Exercise prompt:
Write down each of the records again, exactly and in full.

The records:

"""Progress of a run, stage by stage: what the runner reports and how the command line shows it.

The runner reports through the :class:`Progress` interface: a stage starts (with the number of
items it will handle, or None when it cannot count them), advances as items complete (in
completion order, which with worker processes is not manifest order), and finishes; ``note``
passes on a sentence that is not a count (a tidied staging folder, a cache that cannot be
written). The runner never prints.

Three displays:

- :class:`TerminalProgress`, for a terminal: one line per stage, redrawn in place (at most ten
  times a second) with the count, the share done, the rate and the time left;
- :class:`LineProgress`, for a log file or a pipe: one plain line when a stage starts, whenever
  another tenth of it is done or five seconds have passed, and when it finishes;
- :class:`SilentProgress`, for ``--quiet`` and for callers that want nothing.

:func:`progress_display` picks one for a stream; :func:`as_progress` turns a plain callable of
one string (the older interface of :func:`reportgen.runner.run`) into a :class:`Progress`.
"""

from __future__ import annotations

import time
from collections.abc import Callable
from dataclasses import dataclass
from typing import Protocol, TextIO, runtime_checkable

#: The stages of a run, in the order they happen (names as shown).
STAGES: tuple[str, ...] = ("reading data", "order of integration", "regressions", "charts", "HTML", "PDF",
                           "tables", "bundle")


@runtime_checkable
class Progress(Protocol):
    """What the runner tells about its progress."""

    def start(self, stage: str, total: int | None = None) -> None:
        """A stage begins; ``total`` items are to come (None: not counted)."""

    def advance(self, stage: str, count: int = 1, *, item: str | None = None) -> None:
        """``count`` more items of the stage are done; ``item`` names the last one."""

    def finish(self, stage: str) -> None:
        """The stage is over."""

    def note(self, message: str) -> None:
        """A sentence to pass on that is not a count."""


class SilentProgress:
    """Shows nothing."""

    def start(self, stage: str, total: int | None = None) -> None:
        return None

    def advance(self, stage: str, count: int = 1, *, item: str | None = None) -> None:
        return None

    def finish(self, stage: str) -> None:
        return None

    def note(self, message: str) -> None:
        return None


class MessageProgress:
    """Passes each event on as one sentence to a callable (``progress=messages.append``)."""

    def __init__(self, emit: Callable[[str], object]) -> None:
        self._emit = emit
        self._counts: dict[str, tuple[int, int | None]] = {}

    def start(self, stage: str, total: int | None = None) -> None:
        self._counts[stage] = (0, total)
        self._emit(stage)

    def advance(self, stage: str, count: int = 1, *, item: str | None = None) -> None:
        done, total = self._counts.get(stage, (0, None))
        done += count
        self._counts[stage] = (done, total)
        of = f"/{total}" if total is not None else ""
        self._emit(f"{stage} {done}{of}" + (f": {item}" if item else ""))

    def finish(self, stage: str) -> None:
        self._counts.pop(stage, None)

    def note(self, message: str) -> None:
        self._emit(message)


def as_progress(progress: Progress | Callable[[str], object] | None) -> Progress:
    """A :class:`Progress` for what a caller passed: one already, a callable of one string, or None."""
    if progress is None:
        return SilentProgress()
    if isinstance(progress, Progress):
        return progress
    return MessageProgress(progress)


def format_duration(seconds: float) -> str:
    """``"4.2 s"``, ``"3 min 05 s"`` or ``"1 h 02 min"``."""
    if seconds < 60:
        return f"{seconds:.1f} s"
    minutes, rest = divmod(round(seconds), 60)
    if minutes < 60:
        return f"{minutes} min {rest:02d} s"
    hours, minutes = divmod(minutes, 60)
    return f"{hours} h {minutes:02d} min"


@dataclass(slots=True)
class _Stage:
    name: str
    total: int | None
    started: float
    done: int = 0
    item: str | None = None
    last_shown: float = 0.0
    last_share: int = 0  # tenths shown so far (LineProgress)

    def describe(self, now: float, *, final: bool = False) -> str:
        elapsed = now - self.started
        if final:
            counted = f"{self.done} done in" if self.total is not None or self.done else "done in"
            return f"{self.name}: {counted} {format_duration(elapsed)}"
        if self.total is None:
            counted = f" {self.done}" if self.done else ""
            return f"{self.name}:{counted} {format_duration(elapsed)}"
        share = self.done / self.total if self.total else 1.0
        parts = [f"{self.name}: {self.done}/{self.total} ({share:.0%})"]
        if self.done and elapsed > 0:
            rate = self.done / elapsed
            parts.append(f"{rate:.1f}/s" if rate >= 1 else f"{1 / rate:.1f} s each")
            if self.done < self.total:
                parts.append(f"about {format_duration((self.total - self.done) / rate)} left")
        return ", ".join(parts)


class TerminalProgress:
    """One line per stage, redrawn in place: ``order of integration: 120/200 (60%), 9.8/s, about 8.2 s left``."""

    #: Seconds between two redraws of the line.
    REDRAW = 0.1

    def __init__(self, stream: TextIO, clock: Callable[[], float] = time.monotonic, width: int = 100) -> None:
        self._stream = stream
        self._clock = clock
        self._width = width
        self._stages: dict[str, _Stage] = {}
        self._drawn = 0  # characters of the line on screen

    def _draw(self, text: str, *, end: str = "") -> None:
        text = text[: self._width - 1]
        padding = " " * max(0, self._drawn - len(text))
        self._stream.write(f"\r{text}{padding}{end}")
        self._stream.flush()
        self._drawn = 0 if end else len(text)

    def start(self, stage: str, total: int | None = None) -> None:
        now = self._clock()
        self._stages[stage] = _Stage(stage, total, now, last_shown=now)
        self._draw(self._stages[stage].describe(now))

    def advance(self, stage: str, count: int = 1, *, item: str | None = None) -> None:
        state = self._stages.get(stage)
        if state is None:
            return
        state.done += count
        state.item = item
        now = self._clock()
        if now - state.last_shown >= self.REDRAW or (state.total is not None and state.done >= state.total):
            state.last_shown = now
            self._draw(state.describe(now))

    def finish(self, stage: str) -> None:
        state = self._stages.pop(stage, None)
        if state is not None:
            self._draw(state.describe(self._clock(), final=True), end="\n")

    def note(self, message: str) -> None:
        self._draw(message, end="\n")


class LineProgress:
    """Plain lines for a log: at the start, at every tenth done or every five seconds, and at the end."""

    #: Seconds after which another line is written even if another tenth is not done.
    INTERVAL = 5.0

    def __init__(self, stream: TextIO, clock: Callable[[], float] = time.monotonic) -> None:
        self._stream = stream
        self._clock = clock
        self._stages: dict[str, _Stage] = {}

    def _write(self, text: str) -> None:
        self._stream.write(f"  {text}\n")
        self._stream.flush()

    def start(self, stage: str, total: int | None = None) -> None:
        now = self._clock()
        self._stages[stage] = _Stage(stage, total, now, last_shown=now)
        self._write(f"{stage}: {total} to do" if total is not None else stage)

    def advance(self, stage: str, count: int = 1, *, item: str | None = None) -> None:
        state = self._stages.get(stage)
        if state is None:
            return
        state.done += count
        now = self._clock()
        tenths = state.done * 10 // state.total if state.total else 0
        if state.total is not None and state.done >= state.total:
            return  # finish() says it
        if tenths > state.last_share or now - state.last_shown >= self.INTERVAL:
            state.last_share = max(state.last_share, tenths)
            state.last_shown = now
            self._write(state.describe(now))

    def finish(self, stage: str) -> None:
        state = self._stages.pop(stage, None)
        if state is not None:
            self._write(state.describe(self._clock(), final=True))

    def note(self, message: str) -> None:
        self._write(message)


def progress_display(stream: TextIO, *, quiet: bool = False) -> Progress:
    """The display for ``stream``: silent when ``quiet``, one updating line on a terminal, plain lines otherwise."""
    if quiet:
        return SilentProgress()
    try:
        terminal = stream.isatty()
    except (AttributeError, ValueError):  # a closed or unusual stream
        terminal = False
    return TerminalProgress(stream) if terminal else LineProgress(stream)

Response box:
"""Progress of a run, stage by stage: what the runner reports and how the command line shows it.

The runner reports through the :class:`Progress` interface: a stage starts (with the number of
items it will handle, or None when it cannot count them), advances as items complete (in
completion order, which with worker processes is not manifest order), and finishes; ``note``
passes on a sentence that is not a count (a tidied staging folder, a cache that cannot be
written). The runner never prints.

Three displays:

- :class:`TerminalProgress`, for a terminal: one line per stage, redrawn in place (at most ten
  times a second) with the count, the share done, the rate and the time left;
- :class:`LineProgress`, for a log file or a pipe: one plain line when a stage starts, whenever
  another tenth of it is done or five seconds have passed, and when it finishes;
- :class:`SilentProgress`, for ``--quiet`` and for callers that want nothing.

:func:`progress_display` picks one for a stream; :func:`as_progress` turns a plain callable of
one string (the older interface of :func:`reportgen.runner.run`) into a :class:`Progress`.
"""

from __future__ import annotations

import time
from collections.abc import Callable
from dataclasses import dataclass
from typing import Protocol, TextIO, runtime_checkable

#: The stages of a run, in the order they happen (names as shown).
STAGES: tuple[str, ...] = ("reading data", "order of integration", "regressions", "charts", "HTML", "PDF",
                           "tables", "bundle")


@runtime_checkable
class Progress(Protocol):
    """What the runner tells about its progress."""

    def start(self, stage: str, total: int | None = None) -> None:
        """A stage begins; ``total`` items are to come (None: not counted)."""

    def advance(self, stage: str, count: int = 1, *, item: str | None = None) -> None:
        """``count`` more items of the stage are done; ``item`` names the last one."""

    def finish(self, stage: str) -> None:
        """The stage is over."""

    def note(self, message: str) -> None:
        """A sentence to pass on that is not a count."""


class SilentProgress:
    """Shows nothing."""

    def start(self, stage: str, total: int | None = None) -> None:
        return None

    def advance(self, stage: str, count: int = 1, *, item: str | None = None) -> None:
        return None

    def finish(self, stage: str) -> None:
        return None

    def note(self, message: str) -> None:
        return None


class MessageProgress:
    """Passes each event on as one sentence to a callable (``progress=messages.append``)."""

    def __init__(self, emit: Callable[[str], object]) -> None:
        self._emit = emit
        self._counts: dict[str, tuple[int, int | None]] = {}

    def start(self, stage: str, total: int | None = None) -> None:
        self._counts[stage] = (0, total)
        self._emit(stage)

    def advance(self, stage: str, count: int = 1, *, item: str | None = None) -> None:
        done, total = self._counts.get(stage, (0, None))
        done += count
        self._counts[stage] = (done, total)
        of = f"/{total}" if total is not None else ""
        self._emit(f"{stage} {done}{of}" + (f": {item}" if item else ""))

    def finish(self, stage: str) -> None:
        self._counts.pop(stage, None)

    def note(self, message: str) -> None:
        self._emit(message)


def as_progress(progress: Progress | Callable[[str], object] | None) -> Progress:
    """A :class:`Progress` for what a caller passed: one already, a callable of one string, or None."""
    if progress is None:
        return SilentProgress()
    if isinstance(progress, Progress):
        return progress
    return MessageProgress(progress)


def format_duration(seconds: float) -> str:
    """``"4.2 s"``, ``"3 min 05 s"`` or ``"1 h 02 min"``."""
    if seconds < 60:
        return f"{seconds:.1f} s"
    minutes, rest = divmod(round(seconds), 60)
    if minutes < 60:
        return f"{minutes} min {rest:02d} s"
    hours, minutes = divmod(minutes, 60)
    return f"{hours} h {minutes:02d} min"


@dataclass(slots=True)
class _Stage:
    name: str
    total: int | None
    started: float
    done: int = 0
    item: str | None = None
    last_shown: float = 0.0
    last_share: int = 0  # tenths shown so far (LineProgress)

    def describe(self, now: float, *, final: bool = False) -> str:
        elapsed = now - self.started
        if final:
            counted = f"{self.done} done in" if self.total is not None or self.done else "done in"
            return f"{self.name}: {counted} {format_duration(elapsed)}"
        if self.total is None:
            counted = f" {self.done}" if self.done else ""
            return f"{self.name}:{counted} {format_duration(elapsed)}"
        share = self.done / self.total if self.total else 1.0
        parts = [f"{self.name}: {self.done}/{self.total} ({share:.0%})"]
        if self.done and elapsed > 0:
            rate = self.done / elapsed
            parts.append(f"{rate:.1f}/s" if rate >= 1 else f"{1 / rate:.1f} s each")
            if self.done < self.total:
                parts.append(f"about {format_duration((self.total - self.done) / rate)} left")
        return ", ".join(parts)


class TerminalProgress:
    """One line per stage, redrawn in place: ``order of integration: 120/200 (60%), 9.8/s, about 8.2 s left``."""

    #: Seconds between two redraws of the line.
    REDRAW = 0.1

    def __init__(self, stream: TextIO, clock: Callable[[], float] = time.monotonic, width: int = 100) -> None:
        self._stream = stream
        self._clock = clock
        self._width = width
        self._stages: dict[str, _Stage] = {}
        self._drawn = 0  # characters of the line on screen

    def _draw(self, text: str, *, end: str = "") -> None:
        text = text[: self._width - 1]
        padding = " " * max(0, self._drawn - len(text))
        self._stream.write(f"\r{text}{padding}{end}")
        self._stream.flush()
        self._drawn = 0 if end else len(text)

    def start(self, stage: str, total: int | None = None) -> None:
        now = self._clock()
        self._stages[stage] = _Stage(stage, total, now, last_shown=now)
        self._draw(self._stages[stage].describe(now))

    def advance(self, stage: str, count: int = 1, *, item: str | None = None) -> None:
        state = self._stages.get(stage)
        if state is None:
            return
        state.done += count
        state.item = item
        now = self._clock()
        if now - state.last_shown >= self.REDRAW or (state.total is not None and state.done >= state.total):
            state.last_shown = now
            self._draw(state.describe(now))

    def finish(self, stage: str) -> None:
        state = self._stages.pop(stage, None)
        if state is not None:
            self._draw(state.describe(self._clock(), final=True), end="\n")

    def note(self, message: str) -> None:
        self._draw(message, end="\n")


class LineProgress:
    """Plain lines for a log: at the start, at every tenth done or every five seconds, and at the end."""

    #: Seconds after which another line is written even if another tenth is not done.
    INTERVAL = 5.0

    def __init__(self, stream: TextIO, clock: Callable[[], float] = time.monotonic) -> None:
        self._stream = stream
        self._clock = clock
        self._stages: dict[str, _Stage] = {}

    def _write(self, text: str) -> None:
        self._stream.write(f"  {text}\n")
        self._stream.flush()

    def start(self, stage: str, total: int | None = None) -> None:
        now = self._clock()
        self._stages[stage] = _Stage(stage, total, now, last_shown=now)
        self._write(f"{stage}: {total} to do" if total is not None else stage)

    def advance(self, stage: str, count: int = 1, *, item: str | None = None) -> None:
        state = self._stages.get(stage)
        if state is None:
            return
        state.done += count
        now = self._clock()
        tenths = state.done * 10 // state.total if state.total else 0
        if state.total is not None and state.done >= state.total:
            return  # finish() says it
        if tenths > state.last_share or now - state.last_shown >= self.INTERVAL:
            state.last_share = max(state.last_share, tenths)
            state.last_shown = now
            self._write(state.describe(now))

    def finish(self, stage: str) -> None:
        state = self._stages.pop(stage, None)
        if state is not None:
            self._write(state.describe(self._clock(), final=True))

    def note(self, message: str) -> None:
        self._write(message)


def progress_display(stream: TextIO, *, quiet: bool = False) -> Progress:
    """The display for ``stream``: silent when ``quiet``, one updating line on a terminal, plain lines otherwise."""
    if quiet:
        return SilentProgress()
    try:
        terminal = stream.isatty()
    except (AttributeError, ValueError):  # a closed or unusual stream
        terminal = False
    return TerminalProgress(stream) if terminal else LineProgress(stream)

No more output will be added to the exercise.